Collected data entries:

--------

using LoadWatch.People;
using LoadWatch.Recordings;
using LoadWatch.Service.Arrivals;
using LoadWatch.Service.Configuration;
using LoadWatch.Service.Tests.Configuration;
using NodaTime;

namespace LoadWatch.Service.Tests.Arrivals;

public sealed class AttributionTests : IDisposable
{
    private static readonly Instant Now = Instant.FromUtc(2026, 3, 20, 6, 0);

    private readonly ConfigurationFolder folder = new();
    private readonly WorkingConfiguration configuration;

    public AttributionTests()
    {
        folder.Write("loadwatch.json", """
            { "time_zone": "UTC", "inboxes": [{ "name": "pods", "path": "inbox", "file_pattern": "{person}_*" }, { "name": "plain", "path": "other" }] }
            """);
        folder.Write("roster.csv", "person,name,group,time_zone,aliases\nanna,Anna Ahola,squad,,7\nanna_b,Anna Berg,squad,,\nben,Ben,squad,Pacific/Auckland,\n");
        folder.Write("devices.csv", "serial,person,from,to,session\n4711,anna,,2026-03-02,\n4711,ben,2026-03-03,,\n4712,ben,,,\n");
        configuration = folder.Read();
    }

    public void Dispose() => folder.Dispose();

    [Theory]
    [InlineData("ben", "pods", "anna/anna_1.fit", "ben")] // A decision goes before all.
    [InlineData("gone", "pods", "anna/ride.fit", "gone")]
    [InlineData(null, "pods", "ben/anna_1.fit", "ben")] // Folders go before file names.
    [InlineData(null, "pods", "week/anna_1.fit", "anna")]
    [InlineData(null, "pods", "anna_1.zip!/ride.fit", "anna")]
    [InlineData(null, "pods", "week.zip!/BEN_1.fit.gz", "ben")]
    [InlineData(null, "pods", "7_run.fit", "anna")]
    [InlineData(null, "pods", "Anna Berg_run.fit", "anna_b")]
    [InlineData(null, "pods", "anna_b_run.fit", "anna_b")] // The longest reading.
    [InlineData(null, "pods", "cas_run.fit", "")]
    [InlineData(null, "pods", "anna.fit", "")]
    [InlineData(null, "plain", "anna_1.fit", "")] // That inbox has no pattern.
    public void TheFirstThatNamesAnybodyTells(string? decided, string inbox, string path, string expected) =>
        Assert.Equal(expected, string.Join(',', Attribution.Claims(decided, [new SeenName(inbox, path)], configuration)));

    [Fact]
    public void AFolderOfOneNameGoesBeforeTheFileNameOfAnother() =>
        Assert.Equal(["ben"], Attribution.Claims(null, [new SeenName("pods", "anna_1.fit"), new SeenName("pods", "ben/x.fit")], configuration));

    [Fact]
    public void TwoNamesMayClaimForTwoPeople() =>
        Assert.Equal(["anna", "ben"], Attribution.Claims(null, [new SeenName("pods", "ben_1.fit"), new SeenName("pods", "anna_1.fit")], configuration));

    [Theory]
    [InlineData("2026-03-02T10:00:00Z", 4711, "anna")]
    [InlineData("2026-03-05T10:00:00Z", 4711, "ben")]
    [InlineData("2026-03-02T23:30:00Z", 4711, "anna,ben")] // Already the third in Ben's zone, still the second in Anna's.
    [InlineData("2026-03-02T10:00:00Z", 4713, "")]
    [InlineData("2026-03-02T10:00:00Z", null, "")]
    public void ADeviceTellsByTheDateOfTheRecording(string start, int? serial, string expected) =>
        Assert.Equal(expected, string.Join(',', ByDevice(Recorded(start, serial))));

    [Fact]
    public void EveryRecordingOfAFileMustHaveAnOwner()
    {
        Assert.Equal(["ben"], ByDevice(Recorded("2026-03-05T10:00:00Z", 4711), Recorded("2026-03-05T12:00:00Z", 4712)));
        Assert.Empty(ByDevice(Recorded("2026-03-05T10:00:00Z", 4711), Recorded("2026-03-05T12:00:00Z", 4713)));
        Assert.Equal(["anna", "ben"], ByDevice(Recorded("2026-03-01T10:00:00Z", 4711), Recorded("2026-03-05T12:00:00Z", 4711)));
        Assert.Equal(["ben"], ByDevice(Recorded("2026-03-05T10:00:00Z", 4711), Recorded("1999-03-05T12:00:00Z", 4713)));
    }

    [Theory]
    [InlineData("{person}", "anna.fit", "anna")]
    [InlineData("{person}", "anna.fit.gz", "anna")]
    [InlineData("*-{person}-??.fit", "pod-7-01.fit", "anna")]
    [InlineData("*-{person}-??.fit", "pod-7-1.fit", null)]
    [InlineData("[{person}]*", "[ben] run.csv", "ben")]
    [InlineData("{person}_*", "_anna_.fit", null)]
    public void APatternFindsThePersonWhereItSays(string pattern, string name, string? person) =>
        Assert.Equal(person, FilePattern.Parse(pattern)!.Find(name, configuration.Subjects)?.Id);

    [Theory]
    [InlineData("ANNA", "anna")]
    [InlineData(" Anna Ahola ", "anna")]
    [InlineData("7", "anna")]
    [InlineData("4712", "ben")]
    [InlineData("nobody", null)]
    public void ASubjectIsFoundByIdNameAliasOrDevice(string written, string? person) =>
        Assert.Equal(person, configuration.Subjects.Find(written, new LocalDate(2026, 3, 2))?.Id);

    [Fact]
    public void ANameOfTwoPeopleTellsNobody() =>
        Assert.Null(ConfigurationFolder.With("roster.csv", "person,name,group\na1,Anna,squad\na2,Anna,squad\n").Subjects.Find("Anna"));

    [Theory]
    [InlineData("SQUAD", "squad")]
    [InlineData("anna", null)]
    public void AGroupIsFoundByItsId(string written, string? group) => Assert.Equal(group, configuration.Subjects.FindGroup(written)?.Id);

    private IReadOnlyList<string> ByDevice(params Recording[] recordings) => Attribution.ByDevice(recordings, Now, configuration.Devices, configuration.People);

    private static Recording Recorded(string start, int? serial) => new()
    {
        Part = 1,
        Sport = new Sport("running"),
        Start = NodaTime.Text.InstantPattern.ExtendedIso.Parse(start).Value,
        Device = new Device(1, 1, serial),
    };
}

--------

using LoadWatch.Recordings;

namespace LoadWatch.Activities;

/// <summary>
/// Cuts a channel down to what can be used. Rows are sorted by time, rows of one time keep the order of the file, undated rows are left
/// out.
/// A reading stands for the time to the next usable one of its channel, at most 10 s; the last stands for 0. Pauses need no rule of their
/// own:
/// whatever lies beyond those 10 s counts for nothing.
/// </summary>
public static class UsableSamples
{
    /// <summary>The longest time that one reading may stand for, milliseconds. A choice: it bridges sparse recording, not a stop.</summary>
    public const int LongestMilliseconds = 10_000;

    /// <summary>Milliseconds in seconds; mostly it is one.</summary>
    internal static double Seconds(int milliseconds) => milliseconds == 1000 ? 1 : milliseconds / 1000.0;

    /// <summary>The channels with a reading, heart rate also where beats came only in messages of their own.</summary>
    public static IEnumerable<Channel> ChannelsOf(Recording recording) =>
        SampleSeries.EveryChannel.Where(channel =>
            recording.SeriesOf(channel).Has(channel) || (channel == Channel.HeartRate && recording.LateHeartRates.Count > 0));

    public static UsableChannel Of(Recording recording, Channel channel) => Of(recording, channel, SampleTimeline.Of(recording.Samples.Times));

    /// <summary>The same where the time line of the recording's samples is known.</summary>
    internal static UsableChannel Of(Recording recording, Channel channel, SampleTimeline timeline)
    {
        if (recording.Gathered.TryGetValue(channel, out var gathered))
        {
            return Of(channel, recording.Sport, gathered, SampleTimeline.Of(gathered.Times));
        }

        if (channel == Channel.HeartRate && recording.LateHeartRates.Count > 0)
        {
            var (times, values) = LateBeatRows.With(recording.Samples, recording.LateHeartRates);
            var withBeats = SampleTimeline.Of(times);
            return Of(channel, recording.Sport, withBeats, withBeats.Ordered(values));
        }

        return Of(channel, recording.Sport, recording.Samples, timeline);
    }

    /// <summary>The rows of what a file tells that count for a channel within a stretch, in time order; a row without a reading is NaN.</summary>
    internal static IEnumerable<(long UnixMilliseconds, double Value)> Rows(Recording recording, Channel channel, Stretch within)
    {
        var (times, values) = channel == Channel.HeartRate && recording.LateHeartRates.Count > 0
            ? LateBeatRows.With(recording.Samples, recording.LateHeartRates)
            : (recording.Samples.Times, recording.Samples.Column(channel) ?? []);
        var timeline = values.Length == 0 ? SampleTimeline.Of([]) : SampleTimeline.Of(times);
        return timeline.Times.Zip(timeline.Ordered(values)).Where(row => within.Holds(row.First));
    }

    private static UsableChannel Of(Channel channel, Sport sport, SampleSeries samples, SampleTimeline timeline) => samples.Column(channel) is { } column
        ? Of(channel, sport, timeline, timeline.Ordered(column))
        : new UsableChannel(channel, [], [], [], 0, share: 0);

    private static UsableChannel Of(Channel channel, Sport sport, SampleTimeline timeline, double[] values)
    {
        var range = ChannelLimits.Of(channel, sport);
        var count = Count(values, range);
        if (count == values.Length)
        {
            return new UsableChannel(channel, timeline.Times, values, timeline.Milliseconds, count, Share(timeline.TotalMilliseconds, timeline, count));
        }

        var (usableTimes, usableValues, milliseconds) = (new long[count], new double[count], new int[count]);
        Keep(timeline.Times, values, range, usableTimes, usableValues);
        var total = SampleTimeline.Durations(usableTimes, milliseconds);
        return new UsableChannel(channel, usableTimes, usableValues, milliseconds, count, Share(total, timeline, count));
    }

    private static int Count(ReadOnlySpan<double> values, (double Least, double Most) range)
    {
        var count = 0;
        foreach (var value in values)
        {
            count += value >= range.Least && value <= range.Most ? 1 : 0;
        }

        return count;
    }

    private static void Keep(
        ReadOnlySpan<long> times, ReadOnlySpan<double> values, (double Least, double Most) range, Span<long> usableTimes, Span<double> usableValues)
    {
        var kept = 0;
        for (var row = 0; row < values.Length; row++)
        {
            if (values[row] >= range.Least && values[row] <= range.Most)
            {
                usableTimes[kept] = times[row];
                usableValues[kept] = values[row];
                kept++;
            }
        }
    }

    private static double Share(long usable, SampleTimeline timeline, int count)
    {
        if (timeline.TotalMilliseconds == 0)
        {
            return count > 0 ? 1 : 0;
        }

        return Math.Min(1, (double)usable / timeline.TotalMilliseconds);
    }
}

--------

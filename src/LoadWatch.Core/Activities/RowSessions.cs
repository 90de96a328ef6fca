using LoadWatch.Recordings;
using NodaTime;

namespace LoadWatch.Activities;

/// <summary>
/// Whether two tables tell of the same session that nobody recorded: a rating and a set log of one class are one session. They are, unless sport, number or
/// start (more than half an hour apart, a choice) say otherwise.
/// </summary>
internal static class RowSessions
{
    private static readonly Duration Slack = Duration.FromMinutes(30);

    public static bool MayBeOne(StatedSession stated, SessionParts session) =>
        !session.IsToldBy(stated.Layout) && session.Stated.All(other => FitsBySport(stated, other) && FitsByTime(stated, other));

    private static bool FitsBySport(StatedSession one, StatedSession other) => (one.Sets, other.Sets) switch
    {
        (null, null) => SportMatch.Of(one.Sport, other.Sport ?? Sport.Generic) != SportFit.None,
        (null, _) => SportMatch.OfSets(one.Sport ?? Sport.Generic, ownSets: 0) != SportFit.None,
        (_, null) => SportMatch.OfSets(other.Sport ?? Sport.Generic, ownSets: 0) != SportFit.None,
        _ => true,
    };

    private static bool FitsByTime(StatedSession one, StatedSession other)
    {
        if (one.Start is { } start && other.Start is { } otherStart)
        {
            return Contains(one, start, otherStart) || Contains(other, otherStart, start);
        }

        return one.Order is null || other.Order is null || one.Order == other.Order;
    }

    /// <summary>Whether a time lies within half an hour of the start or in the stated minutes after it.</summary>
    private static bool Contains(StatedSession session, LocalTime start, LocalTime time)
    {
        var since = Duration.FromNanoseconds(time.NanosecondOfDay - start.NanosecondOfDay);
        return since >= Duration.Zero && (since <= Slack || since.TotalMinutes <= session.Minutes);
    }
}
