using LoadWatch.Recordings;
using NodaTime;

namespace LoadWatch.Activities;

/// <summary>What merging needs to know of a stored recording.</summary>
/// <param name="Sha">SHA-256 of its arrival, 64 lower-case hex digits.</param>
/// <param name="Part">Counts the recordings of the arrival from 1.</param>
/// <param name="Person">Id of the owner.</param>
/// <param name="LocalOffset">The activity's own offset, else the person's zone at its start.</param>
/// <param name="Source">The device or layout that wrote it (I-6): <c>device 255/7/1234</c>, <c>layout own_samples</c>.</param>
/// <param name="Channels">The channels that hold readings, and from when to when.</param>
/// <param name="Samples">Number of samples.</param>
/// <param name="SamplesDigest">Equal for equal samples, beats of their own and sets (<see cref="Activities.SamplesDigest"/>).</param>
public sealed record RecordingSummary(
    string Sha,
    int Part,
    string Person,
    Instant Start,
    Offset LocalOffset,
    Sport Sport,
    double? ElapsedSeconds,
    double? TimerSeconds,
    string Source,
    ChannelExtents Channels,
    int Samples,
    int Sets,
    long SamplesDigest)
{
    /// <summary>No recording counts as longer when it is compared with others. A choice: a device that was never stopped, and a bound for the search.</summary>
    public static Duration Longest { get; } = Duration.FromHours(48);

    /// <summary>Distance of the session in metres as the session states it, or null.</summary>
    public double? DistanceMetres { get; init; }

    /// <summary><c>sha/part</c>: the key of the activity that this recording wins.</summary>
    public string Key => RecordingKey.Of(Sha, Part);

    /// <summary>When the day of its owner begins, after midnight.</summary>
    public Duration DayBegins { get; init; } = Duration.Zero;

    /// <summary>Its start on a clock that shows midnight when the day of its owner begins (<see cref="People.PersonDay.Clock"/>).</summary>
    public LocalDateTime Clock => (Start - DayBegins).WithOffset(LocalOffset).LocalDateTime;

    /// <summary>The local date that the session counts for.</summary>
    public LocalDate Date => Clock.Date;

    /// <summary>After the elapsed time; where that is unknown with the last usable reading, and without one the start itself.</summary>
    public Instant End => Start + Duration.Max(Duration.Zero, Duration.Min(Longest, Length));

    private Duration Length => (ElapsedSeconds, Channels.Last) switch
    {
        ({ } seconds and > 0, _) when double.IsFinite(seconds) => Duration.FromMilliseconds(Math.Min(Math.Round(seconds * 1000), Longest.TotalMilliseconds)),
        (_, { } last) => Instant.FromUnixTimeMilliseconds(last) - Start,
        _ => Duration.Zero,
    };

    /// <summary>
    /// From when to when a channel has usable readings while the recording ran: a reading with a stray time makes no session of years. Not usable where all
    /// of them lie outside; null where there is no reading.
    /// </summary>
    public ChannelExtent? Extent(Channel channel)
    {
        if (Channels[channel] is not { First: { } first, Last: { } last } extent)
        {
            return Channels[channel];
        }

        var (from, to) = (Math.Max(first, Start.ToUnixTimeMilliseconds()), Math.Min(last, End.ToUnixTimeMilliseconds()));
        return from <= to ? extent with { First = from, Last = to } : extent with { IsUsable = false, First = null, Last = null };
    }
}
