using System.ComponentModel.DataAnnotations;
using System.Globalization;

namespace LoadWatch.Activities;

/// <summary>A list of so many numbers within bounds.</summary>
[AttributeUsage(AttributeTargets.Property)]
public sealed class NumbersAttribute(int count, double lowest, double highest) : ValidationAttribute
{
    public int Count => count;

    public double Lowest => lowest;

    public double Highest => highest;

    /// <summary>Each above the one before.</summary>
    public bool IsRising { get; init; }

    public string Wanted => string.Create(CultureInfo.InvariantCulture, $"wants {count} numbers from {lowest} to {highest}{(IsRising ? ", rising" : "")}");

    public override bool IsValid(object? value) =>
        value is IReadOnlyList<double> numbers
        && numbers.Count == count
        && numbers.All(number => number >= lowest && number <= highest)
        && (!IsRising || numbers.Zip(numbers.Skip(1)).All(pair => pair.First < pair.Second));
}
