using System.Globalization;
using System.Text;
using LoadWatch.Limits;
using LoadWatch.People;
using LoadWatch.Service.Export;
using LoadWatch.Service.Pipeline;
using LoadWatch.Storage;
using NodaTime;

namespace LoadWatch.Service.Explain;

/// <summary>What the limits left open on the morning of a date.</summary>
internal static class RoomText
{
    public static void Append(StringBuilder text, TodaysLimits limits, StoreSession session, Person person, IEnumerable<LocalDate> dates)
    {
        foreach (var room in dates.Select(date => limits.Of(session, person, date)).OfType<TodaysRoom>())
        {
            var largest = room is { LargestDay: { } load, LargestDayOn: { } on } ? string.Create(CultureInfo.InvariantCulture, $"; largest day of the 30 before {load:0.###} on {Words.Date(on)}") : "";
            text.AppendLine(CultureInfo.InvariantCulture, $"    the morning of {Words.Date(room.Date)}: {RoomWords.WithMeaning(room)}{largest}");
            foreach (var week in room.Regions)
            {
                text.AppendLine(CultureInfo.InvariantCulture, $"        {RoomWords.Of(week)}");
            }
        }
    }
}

--------

Work to complete
Report how many lines in the data include the string "AppendLine", giving nothing but that number.

Answer section
2